Когда умершее на кресте Слово восходило на небо и «громовой вопль восторга серафимов потряс небо и все мироздание», – Черт, по собственному признанию, хотел примкнуть к хору и крикнуть со всеми: «Осанна!» – «Уже слетало, уже рвалось из груди»… Что же помешало осанне? «Здравый смысл, самое несчастное свойство моей природы, удержало меня и тут в должных границах, и я пропустил мгновение!» И остался при своих обыкновенных, умеренных «пакостях», при гнусной серединке-на-половинке. Но тут-то самозванец и выдает себя, неосторожно показывая свою истинную природу, голый и неприличный хвост: только что утверждал он, что главное свойство его нечто неразумное и как будто сверх-разумное, творческое; а теперь оказывается, что свойство это – «здравый смысл», то есть нечто «бесчестное», «пакостное», потому что уж «слишком благоразумное». И конечно, последнее вернее. Мы видели этот «здравый смысл», самое несчастное свойство Л. Толстого, воплощенное в старце Акиме и в лакее Лаврушке, – здравый смысл, который всю жизнь не давал и Льву Николаевичу примкнуть к хору и крикнуть: «Осанна!» – хотя «уже слетало, уже рвалось из груди» (например, у Платона Каратаева, у дяди Ерошки); здравый смысл, который всегда «удерживал его в должных границах», заставлял «пропускать мгновение», внушал слишком благоразумное, смердяковское: «Про неправду все написано!» и благодаря которому, наконец, в «Воскресении» с Нехлюдовым Л. Толстой кончил-таки самою обыкновенною житейскою «пакостью», филантропическою, тепленькою слякотью, умеренно-либеральной и консервативной «серединкой-на-половинке», дешевою американскою подделкой христианства.

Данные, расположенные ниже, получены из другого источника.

"""Plots of a tolerance study and of a fit search; they never call ``plt.show()``.

* :func:`plot_study_histograms` — histograms of the sampled torque capacity and stresses of a
  :class:`fitcheck.study.StudyResult`, with the required load and the strengths as lines.
* :func:`plot_search_ranking` — the minimum slip safety of the ranked fits of a
  :class:`fitcheck.search.SearchResult` and of the nearest rejected ones.
"""

from __future__ import annotations

import math

import numpy as np
from matplotlib.axes import Axes
from matplotlib.figure import Figure

_BAR = "#4a7a8c"
_LIMIT = ("#b23a3a", "#d08a2c", "#6d5aa0")
_PASS = "#4f8f4a"
_FAIL = "#9a9a9a"

PANELS = ("torque_capacity", "hub_stress", "shaft_stress")


def _draw_hist(ax: Axes, d) -> None:
    edges = np.asarray(d.hist_edges)
    counts = np.asarray(d.hist_counts, dtype=float)
    if edges.size < 2:
        ax.text(0.5, 0.5, "no finite samples", ha="center", va="center", transform=ax.transAxes)
        return
    total = counts.sum()
    share = counts / total * 100.0 if total else counts
    ax.stairs(share, edges, fill=True, color=_BAR, alpha=0.55)
    ax.stairs(share, edges, color=_BAR, lw=1.0)
    lo, hi = edges[0], edges[-1]
    for k, (label, value) in enumerate(d.limits):
        if value is None or not math.isfinite(value) or value <= 0:
            continue
        ax.axvline(value, color=_LIMIT[k % len(_LIMIT)], lw=1.5, ls="--" if k else "-",
                   label=f"{label} {value:.4g}")
        lo, hi = min(lo, value), max(hi, value)
    pad = 0.04 * (hi - lo if hi > lo else 1.0)
    ax.set_xlim(lo - pad, hi + pad)
    unit = f" [{d.unit.replace('*', '·')}]" if d.unit else ""
    ax.set_xlabel(d.label + unit)
    ax.set_ylabel("share of the lot [%]")
    if d.limits:
        ax.legend(fontsize=7, loc="best")


def plot_study_histograms(result, ax=None) -> Figure:
    """Histograms of torque capacity and of hub and shaft stress of a tolerance study.

    Parameters
    ----------
    result : fitcheck.study.StudyResult
    ax : matplotlib Axes or sequence of Axes, optional
        One Axes draws the torque capacity only; a sequence draws the panels
        torque capacity, hub stress, shaft stress into its first (up to three) Axes.
        Without ``ax`` a new figure with three panels is made (not registered with pyplot).

    Returns
    -------
    matplotlib.figure.Figure

    Examples
    --------
    >>> from fitcheck.pressfit import PressFitInput
    >>> from fitcheck.study import run_study
    >>> inp = PressFitInput.from_mapping({"fit": "20 H7/s6", "length": "16 mm",
    ...     "hub_outer_diameter": "40 mm", "shaft_material": "C45E", "hub_material": "C45E",
    ...     "torque": "12 N*m"})
    >>> fig = plot_study_histograms(run_study(inp, samples=2000, importance_samples=0))
    >>> len(fig.axes)
    3
    """
    if ax is None:
        fig = Figure(figsize=(10.5, 3.4), layout="constrained")
        axes = list(fig.subplots(1, 3))
    elif isinstance(ax, Axes):
        fig, axes = ax.figure, [ax]
    else:
        axes = list(ax)[: len(PANELS)]
        fig = axes[0].figure
    for a, key in zip(axes, PANELS, strict=False):
        _draw_hist(a, result.distribution(key))
    title = f"{result.joint}" + (f" — {result.fit}" if result.fit else "")
    title += (f": {result.samples:,} samples; P(slip) ≈ {result.slip.best.p:.2g}, "
              f"P(yield) ≈ {result.yield_.best.p:.2g}")
    fig.suptitle(title, fontsize=9)
    return fig


def plot_search_ranking(result, ax=None, top: int = 15, rejected: int = 5) -> Figure:
    """Ranked chart of candidate fits: minimum slip safety, passing and nearest rejected.

    Bars are the minimum slip safety at the loosest fit (capped for display when no load is
    given), green for the ranked fits (best at the top), grey for the nearest rejected ones
    with the name of their first failing check; a vertical line marks the required slip safety.
    Preferred fits carry a star.

    Parameters
    ----------
    result : fitcheck.search.SearchResult
    ax : matplotlib Axes, optional
    top, rejected : int
        How many ranked and rejected fits to show.

    Returns
    -------
    matplotlib.figure.Figure

    Examples
    --------
    >>> from fitcheck.pressfit import PressFitInput
    >>> from fitcheck.search import search_fits
    >>> inp = PressFitInput.from_mapping({"fit": "20 H7/s6", "length": "16 mm",
    ...     "hub_outer_diameter": "40 mm", "shaft_material": "C45E", "hub_material": "C45E",
    ...     "torque": "20 N*m"})
    >>> fig = plot_search_ranking(search_fits(inp), top=5, rejected=3)
    >>> len(fig.axes[0].patches)
    8
    """
    shown = list(result.passing[:top]) + list(result.rejected[:rejected])
    if ax is None:
        fig = Figure(figsize=(7.0, 0.32 * max(len(shown), 4) + 1.3), layout="constrained")
        ax = fig.add_subplot()
    else:
        fig = ax.figure
    if not shown:
        ax.text(0.5, 0.5, "no candidate fits", ha="center", va="center", transform=ax.transAxes)
        return fig
    req = next((c.limit for c in shown[0].checks if c.name == "slip at loosest fit"), 1.0)
    finite = [c.slip_safety_min for c in shown if math.isfinite(c.slip_safety_min)]
    cap = max(finite + [req]) * 1.15 if finite else 2.0 * req
    vals = [min(c.slip_safety_min, cap) if math.isfinite(c.slip_safety_min) else cap for c in shown]
    y = np.arange(len(shown))[::-1]
    colours = [_PASS if c.ok else _FAIL for c in shown]
    ax.barh(y, vals, color=colours, alpha=0.8, height=0.7)
    labels = []
    for c in shown:
        star = "*" if c.preferred else ""
        labels.append(f"{'#' + str(c.rank) if c.ok else '—'}  {c.hole}/{c.shaft}{star}")
    ax.set_yticks(y, labels, fontsize=8)
    for yi, v, c in zip(y, vals, shown, strict=True):
        if c.ok:
            txt = f" yield safety {min(c.hub_yield_safety, c.shaft_yield_safety):.2f}"
        else:
            name, margin = c.failing[0]
            txt = f" fails: {name} ({margin * 100:+.1f} %)"
        ax.text(v, yi, txt, va="center", ha="left", fontsize=7)
    ax.axvline(req, color=_LIMIT[0], lw=1.3, ls="--", label=f"required slip safety {req:g}")
    ax.set_xlim(0.0, cap * 1.6)
    ax.set_xlabel("minimum slip safety at the loosest fit [-]")
    ax.set_title(f"{result.joint}, {result.nominal_mm:g} mm: {len(result.passing)} of "
                 f"{result.evaluated} admitted fits pass (* preferred)", fontsize=9)
    ax.legend(fontsize=7, loc="lower right")
    return fig
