"""Evaluation of one press or shrink fit over every operating state, its checks and its headline.
Part of :mod:`fitcheck.pressfit`.
"""

from __future__ import annotations

import math
import warnings

import numpy as np

from .. import shaft as _shaft
from ..checks import Check
from ..core import elastoplastic as _ep
from ..core import lame
from ..core import pressfit as _core
from ..errors import InputError, MethodRangeWarning
from ..materials import Material
from .results import PressFitCase, PressFitResult, _f
from .schema import (
    FRICTION_TABLE,
    REF_HEAT,
    REF_HUB,
    REF_PLASTIC,
    REF_PRESS,
    REF_SHAFT,
    REF_SLIP,
    REF_SPEED,
    RPM,
    PressFitInput,
    default_friction,
)


def _case(label, delta, d, L, di, Do, s: Material, h: Material, mu, loss_rz, Ts, Th, T0, w,
          p=None) -> PressFitCase:
    turning = w > 0.0   # rotation terms only when turning: an infinite hub at standstill gives 0, not 0·inf
    de = delta - loss_rz + lame.thermal_interference_change(d, s.alpha, h.alpha, Ts, Th, T0)
    if turning:
        de = de - lame.centrifugal_interference_loss(w, d, di, Do, s.E, s.nu, s.density, h.E, h.nu, h.density)
    plastic_design = p is not None  # the elastic-plastic design passes the kernel's pressure
    if p is None:
        p = lame.contact_pressure(de, d, di, Do, s.E, s.nu, h.E, h.nu)
    hr, ht = lame.hub_stresses(p, d, Do, d / 2.0)
    if plastic_design and p > _ep.elastic_limit_pressure(d, Do, h.Rp02):  # plastic hub bore
        ht = _ep.KAPPA_DIN * h.Rp02 - p
    sr, st = lame.shaft_stresses(p, d, di, d / 2.0)
    si = lame.shaft_stresses(p, d, di, di / 2.0)[1]
    if turning:
        ht = ht + lame.rotating_disc_stresses(h.density, w, h.nu, d, Do, d / 2.0)[1]
        st = st + lame.rotating_disc_stresses(s.density, w, s.nu, di, d, d / 2.0)[1]
        si = si + lame.rotating_disc_stresses(s.density, w, s.nu, di, d, di / 2.0)[1]
    vm_s = max(_f(lame.von_mises(sr, st)), abs(_f(si)))
    fcap = p * math.pi * d * L * mu
    return PressFitCase(label, delta, _f(de), _f(p), _f(fcap * d / 2.0), _f(fcap), _f(hr), _f(ht),
                        _f(lame.von_mises(hr, ht)), _f(sr), _f(st), _f(si), vm_s,
                        label, float(w), float(Ts), float(Th))


def _rpm_text(w: float) -> str:
    """A speed for people: ``20 000 rpm`` (thin groups of three)."""
    return f"{w / RPM:,.0f} rpm".replace(",", "\u2009")


def state_names(T0: float, Ts: float, Th: float, w: float, tmin: float | None = None,
                tmax: float | None = None) -> list[str]:
    """Names of the operating states in the order of the kernel's state codes (2·k + at speed).

    >>> state_names(20.0, 80.0, 40.0, 20000 * RPM)[:2]
    ['room temperature (20 °C) at standstill', 'cold start at 20\u2009000 rpm (20 °C)']
    """
    temps = _core.state_temperatures(Ts, Th, T0, tmin, tmax)
    spin = _rpm_text(w)
    out = []
    for k, (ts, th) in enumerate(temps):
        if k == 1:
            t = f"shaft {ts:g} °C, hub {th:g} °C" if ts != th else f"{ts:g} °C"
            out += [f"operating temperature ({t}) at standstill", f"operating temperature ({t}) at {spin}"]
        elif k == 0:
            start = f"cold start at {spin}" if ts <= min(Ts, Th) else f"room temperature at {spin}"
            out += [f"room temperature ({ts:g} °C) at standstill", f"{start} ({ts:g} °C)"]
        else:
            what = "lowest ambient" if (k == 2 and tmin is not None) else "highest ambient"
            start = "cold start" if ts <= T0 else "hot running"
            out += [f"{what} {ts:g} °C at standstill", f"{start} at {spin} ({what} {ts:g} °C)"]
    return out
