@dataclass(frozen=True)
class PressFitCase:
    """One tolerance case (loosest or tightest) at one condition (operating or assembly).

    Lengths [mm], stresses [MPa], torque [N·mm], force [N].
    """

    label: str
    interference: float          # measured diametral interference at room temperature [mm]
    effective_interference: float  # after smoothing, temperature and speed [mm]
    pressure: float
    torque_capacity: float
    axial_capacity: float
    hub_sigma_r_bore: float
    hub_sigma_t_bore: float
    hub_von_mises_bore: float
    shaft_sigma_r_surface: float
    shaft_sigma_t_surface: float
    shaft_sigma_t_inner: float   # at a hollow shaft's bore, or at the centre of a solid one
    shaft_von_mises_max: float
    state: str = ""              # operating state, e.g. "cold start at 20 000 rpm"
    speed: float = 0.0           # [rad/s] of the state
    temperature_shaft: float = math.nan  # [°C] of the state
    temperature_hub: float = math.nan    # [°C] of the state

    def to_dict(self) -> dict:
        return {f.name: getattr(self, f.name) for f in fields(self)}
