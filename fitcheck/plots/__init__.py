"""Plots as library functions: ``plot_*(result, ax=None) -> matplotlib.figure.Figure``.

One module per topic; they never call ``plt.show()`` and work without a display.
Shared by the report and the browser front end.
"""
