"""Plots as library functions: ``plot_*(result, ax=None) -> matplotlib.figure.Figure``.

One module per topic; they never call ``plt.show()`` and work without a display.
Shared by the report and the browser front end.
"""

from .bearings import plot_clearance_budget
from .fits import plot_fit
from .pressfit import plot_capacity_band, plot_wall_stresses
from .screws import plot_joint_diagram
from .study import plot_search_ranking, plot_study_histograms

__all__ = ["plot_capacity_band", "plot_clearance_budget", "plot_fit", "plot_joint_diagram",
           "plot_search_ranking", "plot_study_histograms", "plot_wall_stresses"]
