"""Evaluation of a bearing seat in every temperature state, the clearance verdict by probable
combination, and the tables for output. Part of :mod:`fitcheck.bearings`.
"""

from __future__ import annotations

import math
import warnings
from collections.abc import Mapping

import numpy as np

from .. import shaft as _shaft
from ..checks import Check
from ..core import bearing as core
from ..core import clearance_stats as stats
from ..errors import InputError, MethodRangeWarning
from ..materials import Material
from .catalogue import (
    _deviation,
    _groups_at,
    _resolve_level,
    bearing,
    housing_group,
    radial_clearance,
    recommend_seats,
)
from .results import BearingSeatResult, _pair
from .schema import BearingSeatInput, _zone, ring_material

# --------------------------------------------------------------------------- analysis
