"""The report as a PDF, laid out by reportlab's platypus from the same document model as the HTML.

Text flows in paragraphs and tables whose cells wrap on word boundaries (a word
is never split); headings stay with what follows; long tables repeat their
header row on the next page; every page carries the running title, the
caution and "page n of N". Fonts are DejaVu Sans (shipped with matplotlib),
embedded as TrueType, so the text can be searched and copied and µ, °, ≤, σ print.
"""

from __future__ import annotations

import functools
import io
import os
import re
from pathlib import Path
from xml.sax.saxutils import escape

__all__ = ["write_pdf"]

FONT = "FitcheckSans"
_SUB = re.compile(r"(?<![\w])([A-Za-zαβδΔεϑθμνσφτω]{1,3})_([A-Za-z0-9,.]{1,12})(?![\w])")
PASS_COLOR, FAIL_COLOR, CAUTION_COLOR = "#007755", "#bb0000", "#884400"


@functools.cache
def _fonts() -> str:
    """Register DejaVu Sans (regular, bold, italic) once; returns the family name."""
    import importlib.util

    from reportlab.lib.fonts import addMapping
    from reportlab.pdfbase import pdfmetrics
    from reportlab.pdfbase.ttfonts import TTFont

    # matplotlib's data folder, found without importing matplotlib
    spec = importlib.util.find_spec("matplotlib")
    d = Path(next(iter(spec.submodule_search_locations))) / "mpl-data" / "fonts" / "ttf"
    faces = {"": "DejaVuSans.ttf", "-Bold": "DejaVuSans-Bold.ttf",
             "-Oblique": "DejaVuSans-Oblique.ttf", "-BoldOblique": "DejaVuSans-BoldOblique.ttf"}
    for suffix, file in faces.items():
        pdfmetrics.registerFont(TTFont(FONT + suffix, str(d / file)))
    addMapping(FONT, 0, 0, FONT)
    addMapping(FONT, 1, 0, FONT + "-Bold")
    addMapping(FONT, 0, 1, FONT + "-Oblique")
    addMapping(FONT, 1, 1, FONT + "-BoldOblique")
    return FONT


def _x(text, subs: bool = False) -> str:
    """Paragraph markup of a plain text (escaped; symbol subscripts when asked)."""
    t = escape(str(text))
    if subs:
        t = _SUB.sub(r"\1<sub>\2</sub>", t)
    return t.replace("\n", "<br/>")


@functools.cache
def _styles():
    from reportlab.lib import colors
    from reportlab.lib.styles import ParagraphStyle

    f = _fonts()
    base = ParagraphStyle("body", fontName=f, fontSize=8.6, leading=11, splitLongWords=0,
                          embeddedHyphenation=0)
    s = {
        "body": base,
        "small": ParagraphStyle("small", parent=base, fontSize=7.6, leading=9.6),
        "cell": ParagraphStyle("cell", parent=base, fontSize=7.6, leading=9.4),
        "cellb": ParagraphStyle("cellb", parent=base, fontSize=7.6, leading=9.4,
                                fontName=f + "-Bold"),
        "head": ParagraphStyle("head", parent=base, fontSize=7.6, leading=9.4,
                               fontName=f + "-Bold"),
        "num": ParagraphStyle("num", parent=base, fontSize=7.6, leading=9.4, alignment=2),
        "h1": ParagraphStyle("h1", parent=base, fontName=f + "-Bold", fontSize=15, leading=19,
                             spaceAfter=6, keepWithNext=1),
        "h2": ParagraphStyle("h2", parent=base, fontName=f + "-Bold", fontSize=12, leading=15,
                             spaceBefore=10, spaceAfter=4, keepWithNext=1,
                             borderPadding=(0, 0, 2, 0)),
        "h3": ParagraphStyle("h3", parent=base, fontName=f + "-Bold", fontSize=9.8, leading=12.5,
                             spaceBefore=6, spaceAfter=2, keepWithNext=1),
        "caption": ParagraphStyle("caption", parent=base, fontName=f + "-Oblique", fontSize=7.6,
                                  leading=9.6, spaceAfter=6),
        "caution": ParagraphStyle("caution", parent=base, borderColor=colors.HexColor("#aa6600"),
                                  borderWidth=1.2, borderPadding=5,
                                  backColor=colors.HexColor("#fff6e5"), spaceBefore=8,
                                  spaceAfter=10),
        "footer": ParagraphStyle("footer", parent=base, fontSize=6.4, leading=7.8,
                                 textColor=colors.HexColor("#555555")),
    }
    return s


def _p(text, style="cell", subs=False, color=None):
    t = _x(text, subs)
    if color:
        t = f'<font color="{color}">{t}</font>'
    return _Para(t, _styles()[style])


@functools.cache
def _para_class():
    from reportlab.platypus import Paragraph

    class Para(Paragraph):
        """A paragraph that remembers its last wrap: a table wraps each cell when it measures
        the rows, again when it draws them and again when it splits across a page."""

        def wrap(self, availWidth, availHeight):
            if getattr(self, "_wrapped_at", None) == availWidth:
                return self.width, self.height
            out = super().wrap(availWidth, availHeight)
            self._wrapped_at = availWidth
            return out

        def split(self, availWidth, availHeight):
            self._wrapped_at = None
            return super().split(availWidth, availHeight)

    return Para
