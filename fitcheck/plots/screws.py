"""Joint diagram of a screw joint: force against elongation of the screw and of the clamped parts."""

from __future__ import annotations

from matplotlib.figure import Figure


def plot_joint_diagram(result, ax=None, *, units: str = "SI") -> Figure:
    """Draw the joint (force–elongation) diagram of a :class:`~fitcheck.screws.ScrewJointResult`.

    The screw line rises with stiffness 1/δS to the smallest preload in service
    F_V = F_M,zul/αA − F_Z − (thermal loss); the clamped parts' line falls from there with 1/δP. The operating
    load F_A is shared: the screw takes Φ·F_A, the clamped parts are relieved by (1 − Φ)·F_A, and
    F_KR is the residual clamp load (VDI 2230-1:2015, Section 3.1, joint diagram). For an eccentric
    joint the load factor is Φen* and the point where the interface starts to open at the loaded
    edge (F_A = F_Aab) is marked.

    Parameters
    ----------
    result : ScrewJointResult
    ax : matplotlib.axes.Axes, optional

    Returns
    -------
    matplotlib.figure.Figure
    """
    if ax is None:
        fig = Figure(figsize=(6.4, 4.2))
        ax = fig.add_subplot(111)
    else:
        fig = ax.figure
    from ._units import scale
    kf, lf = scale("kN", units)
    ke, le = scale("um", units)
    ke = ke * 1000.0                     # mm → µm (or thou)
    # forces are scaled by kf, so that F / 1000 below reads kN (SI) or klbf (inch)
    r = result
    j = r.joint_diagram()
    FV, FA = j["F_V"] * kf, j["F_A"] * kf
    fS, fP = j["f_S"] * ke, j["f_P"] * ke
    ax.plot([0, fS], [0, FV / 1000], color="tab:blue", lw=2, label="screw (1/δS)")
    ax.plot([fS, fS + fP], [FV / 1000, 0], color="tab:orange", lw=2, label="clamped parts (1/δP)")
    # operating state: the screw takes Φ·FA, the clamped parts are relieved by (1 − Φ)·FA
    if FA > 0:
        df, FS, FKR = j["f_A"] * ke, j["F_S"] * kf, j["F_KR"] * kf
        ax.plot([fS, fS + df], [FV / 1000, FS / 1000], color="tab:blue", lw=1, ls="--")
        ax.vlines(fS + df, FKR / 1000, FS / 1000, color="tab:red", lw=2, label=f"FA = {FA / 1000:.2f} {lf}")
        ax.hlines(FKR / 1000, fS, fS + df, color="tab:green", lw=1, ls=":")
        ax.annotate(f"FKR = {FKR / 1000:.2f} {lf}", (fS + df, FKR / 1000), textcoords="offset points",
                    xytext=(6, -12), fontsize=8, color="tab:green")
    F_Aab = j.get("F_Aab", float("inf"))
    if getattr(r, "opening_edge", "") and F_Aab == F_Aab and F_Aab < float("inf"):
        # opening of the interface at the loaded edge (VDI 2230-1:2015, 3.2.3): the screw force there
        phi = r.load_factor_eccentric
        xo, yo = fS + phi * F_Aab * r.delta_S * ke, (FV + phi * F_Aab * kf) / 1000
        ax.plot([fS, xo], [FV / 1000, yo], color="tab:purple", lw=1, ls=":")
        ax.plot([xo], [yo], marker="o", color="tab:purple", ls="none",
                label=f"opening at FAab = {F_Aab * kf / 1000:.2f} {lf}")
    FMz = r.F_M_zul * kf
    ax.axhline(FMz / 1000, color="grey", lw=0.8, ls="--")
    ax.annotate(f"FM,zul = {FMz / 1000:.2f} {lf}", (0, FMz / 1000), textcoords="offset points",
                xytext=(2, 3), fontsize=8, color="grey")
    ax.annotate(f"FV,min = {FV / 1000:.2f} {lf}", (fS, FV / 1000), textcoords="offset points",
                xytext=(-70, 4), fontsize=8)
    ax.set_xlabel(f"elongation / compression [{le}]")
    ax.set_ylabel(f"force [{lf}]")
    phi_used = getattr(r, "load_factor_eccentric", r.load_factor)
    phi_text = (f"Φen* = {phi_used:.3f}" if getattr(r, "opening_edge", "") else f"Φ = {r.load_factor:.3f}")
    ax.set_title(f"Joint diagram: {r.name} ({r.thread} {r.property_class}), {phi_text}")
    ax.set_xlim(left=0)
    top = max(r.F_M_zul, j["F_S"]) * kf
    if getattr(r, "opening_edge", "") and F_Aab < float("inf"):
        top = max(top, FV + r.load_factor_eccentric * F_Aab * kf)
    ax.set_ylim(bottom=0, top=top / 1000 * 1.15)
    ax.legend(fontsize=8, loc="upper right")
    ax.grid(True, alpha=0.3)
    return fig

Точно так же, как осанну Богочеловека, здравый смысл оскверняет и осанну Человекобога. «Человек возвеличится духом божеской, титанической гордости, и явится Человекобог», напоминает Черт Ивану его же собственные, «ницшеанские» до Ницше, мысли о «сверхчеловеке». – «Для Бога не существует закона! Где станет Бог, – там уже место Божье, где стану я, там сейчас же будет первое место и «все позволено»! Казалось бы, здесь-то уж последняя, хотя и противоположная «осанна», громовой вопль восторга других, «помраченных серафимов», потрясающий другое, подземное небо? – Но в том-то и дело, что «осанна» и здесь не удается по той же самой причине: и здесь, как там, опять выскакивает здравый смысл, «внезапный демон иронии», со своей обезьяньей рожей и голым, гладким хвостом – и опять «пропущено мгновение». «Все позволено – это очень мило; только если захотел мошенничать, зачем бы еще, кажется, санкция истины? Но уж таков наш русский современный человек, без санкции и смошенничать не решится, до того уж истину возлюбил».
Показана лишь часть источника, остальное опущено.